The criteria of assessment as suggested in draft rules should have been added in the new framework without any limit of layers. Every round-tripping investment structure should have been subject to assessment following which investment could have been allowed. It may be said that this would be similar to already existing rules where RBI approval is required. However, for better implementation, a lower/separate authority could have been made responsible for the assessment. Furthermore, The factors based on which such an assessment was required to be made, the disclosures required, etc. could have been specified for more effectiveness. Such factors for determination of the authenticity of structure could have been included nevertheless in the new framework as lack of transparency plays a major role in tax evasion but they are still missing.

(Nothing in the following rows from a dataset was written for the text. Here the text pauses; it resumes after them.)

#!/usr/bin/env python3
"""Writes tests/data/reference_compositions.json: the ideal composition of
every entry of src/base/base.toml, computed by an independent,
general-purpose library (molmass, pinned below), for tests/chem_handbook.rs
to compare our `chem` module against.

What molmass does here: the atomic weights, the molar mass and the element
mass fractions of each formula (`molmass.Formula(...).mass` and
`.composition()`). What this script does itself: it expands our formula
notation (decimal counts, the `^3+` oxidation mark, `·` for water of
crystallisation) into element counts, since molmass takes integer counts
only; a formula with decimal counts is scaled by 100 before molmass sees it
(fractions do not change; the molar mass is divided by 100 again). The test
checks these counts against our own parser, so a slip in either parser
shows. Oxide weight percentages are the usual analyst's convention
(common practice): each cation as its oxide in the oxidation state the
formula gives (Fe2+ as FeO unless marked ^3+, S in a sulfate as SO3), all H
as H2O, F as the element with the O = F2 correction, computed from
molmass's masses of the oxides. Sulfides and native elements get no oxides.

Regenerate (the exact command that made the committed file):

    python3 -m venv /tmp/molmass-venv
    /tmp/molmass-venv/bin/pip install molmass==2026.1.8
    /tmp/molmass-venv/bin/python tests/data/reference_compositions.py \
        > tests/data/reference_compositions.json
"""

import json
import re
import sys
import tomllib
from pathlib import Path

import molmass

PINNED = "2026.1.8"

# Oxide per (element, oxidation state): (oxide formula, cations per oxide).
OXIDES = {
    ("Si", 4): ("SiO2", 1),
    ("Al", 3): ("Al2O3", 2),
    ("Fe", 2): ("FeO", 1),
    ("Fe", 3): ("Fe2O3", 2),
    ("Mg", 2): ("MgO", 1),
    ("Mn", 2): ("MnO", 1),
    ("Ca", 2): ("CaO", 1),
    ("Na", 1): ("Na2O", 2),
    ("K", 1): ("K2O", 2),
    ("Li", 1): ("Li2O", 2),
    ("H", 1): ("H2O", 2),
    ("S", 6): ("SO3", 1),
}
DEFAULT_STATE = {"Si": 4, "Al": 3, "Fe": 2, "Mg": 2, "Mn": 2, "Ca": 2, "Na": 1,
                 "K": 1, "Li": 1, "H": 1, "S": 6}
# Entries whose formula is a sulfide or a native element: no oxide analysis.
NO_OXIDES = {"graphite", "molybdenite"}

TOKEN = re.compile(r"([A-Z][a-z]?)(\^(\d)\+)?(\d+(?:\.\d+)?)?|(\()|(\))(\d+(?:\.\d+)?)?")


def species_counts(formula):
    """{(element, state or None): count} of one formula in our notation."""
    total = {}
    for part_index, part in enumerate(formula.split("·")):
        factor = 1.0
        if part_index > 0:
            m = re.match(r"(\d+(?:\.\d+)?)", part)
            if m:
                factor = float(m.group(1))
                part = part[m.end():]
        stack = [{}]
        pos = 0
        while pos < len(part):
            m = TOKEN.match(part, pos)
            if not m:
                sys.exit(f"cannot read {formula!r} at {part[pos:]!r}")
            pos = m.end()
            if m.group(1):
                key = (m.group(1), int(m.group(3)) if m.group(3) else None)
                n = float(m.group(4)) if m.group(4) else 1.0
                stack[-1][key] = stack[-1].get(key, 0.0) + n
            elif m.group(5):
                stack.append({})
            else:
                inner = stack.pop()
                n = float(m.group(7)) if m.group(7) else 1.0
                for k, v in inner.items():
                    stack[-1][k] = stack[-1].get(k, 0.0) + v * n
        for k, v in stack[0].items():
            total[k] = total.get(k, 0.0) + v * factor
    return total


def element_counts(species):
    out = {}
    for (el, _), n in species.items():
        out[el] = out.get(el, 0.0) + n
    return out


def entry_record(entry):
    formula = entry["ideal_formula"]
    species = species_counts(formula)
    counts = element_counts(species)
    scale = 1 if all(abs(n - round(n)) < 1e-9 for n in counts.values()) else 100
    flat = "".join(f"{el}{round(n * scale)}" for el, n in sorted(counts.items()))
    f = molmass.Formula(flat)
    molar_mass = f.mass / scale
    elements = {item.symbol: item.fraction * 100.0 for item in f.composition().values()}
    record = {
        "entry": entry["id"],
        "ideal_formula": formula,
        "molmass_input": flat,
        "scale": scale,
        "element_counts": counts,
        "molar_mass_g_per_mol": molar_mass,
        "element_wt_percent": elements,
        "oxides_wt_percent": None,
        "halogen_correction": None,
        "oxide_total": None,
    }
    if entry["id"] in NO_OXIDES:
        return record
    oxides = {}
    fluorine = 0.0
    for (el, state), n in species.items():
        if el == "O":
            continue
        if el == "F":
            fluorine += n
            continue
        oxide, per = OXIDES[(el, state or DEFAULT_STATE[el])]
        wt = (n / per) * molmass.Formula(oxide).mass / molar_mass * 100.0
        oxides[oxide] = oxides.get(oxide, 0.0) + wt
    correction = 0.0
    if fluorine:
        f_wt = fluorine * molmass.Formula("F").mass / molar_mass * 100.0
        oxides["F"] = f_wt
        correction = f_wt * molmass.Formula("O").mass / (2 * molmass.Formula("F").mass)
    record["oxides_wt_percent"] = oxides
    record["halogen_correction"] = correction
    record["oxide_total"] = sum(oxides.values()) - correction
    return record


def main():
    if molmass.__version__ != PINNED:
        sys.exit(f"molmass {molmass.__version__} installed, {PINNED} pinned")
    base = tomllib.loads(Path(__file__).resolve().parents[2].joinpath(
        "src/base/base.toml").read_text(encoding="utf-8"))
    out = {
        "about": "Ideal compositions of the base's ideal formulae computed by molmass "
                 "(a general-purpose molecular mass library on PyPI), for "
                 "tests/chem_handbook.rs. Generated by tests/data/reference_compositions.py; "
                 "see its docstring for what molmass computes and what the script does.",
        "generator": {
            "package": "molmass",
            "version": molmass.__version__,
            "command": "python3 -m venv /tmp/molmass-venv && /tmp/molmass-venv/bin/pip install "
                       f"molmass=={PINNED} && /tmp/molmass-venv/bin/python "
                       "tests/data/reference_compositions.py > tests/data/reference_compositions.json",
        },
        "entries": [entry_record(e) for e in base["entry"]],
    }
    json.dump(out, sys.stdout, indent=1, ensure_ascii=False)
    sys.stdout.write("\n")


if __name__ == "__main__":
    main()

The new framework was indeed much required in the domain of overseas investment. However, the interpretation of the same has proven to become a task for all. Every discussion brings forth new challenges for the framework and identifies new gaps. However, such discussions are the necessary evil to create a good regulatory environment in India. In the same spirit, this article tries to highlight a few issues in the new framework especially related to round-tripping. Even though round-tripping is deeply connected to tax evasion and money laundering due to its complex structure, a blanket ban can’t be imposed on the same.

RBI understood this concern and thus brought new changes. The changes have managed to give some relief by allowing two layers for re-investment, but some clarity is lacking. If the government provides clarity as to how would the layers be determined and what would be considered subsidiary implementation could be better. However, on a different line, it is asserted that disclosures could have been required along with some KYC requirements. Further, instead of restriction on layers, restriction in form of permission could have been imposed for meeting the actual objective. Despite this being missing, the new framework could be effective if implemented properly.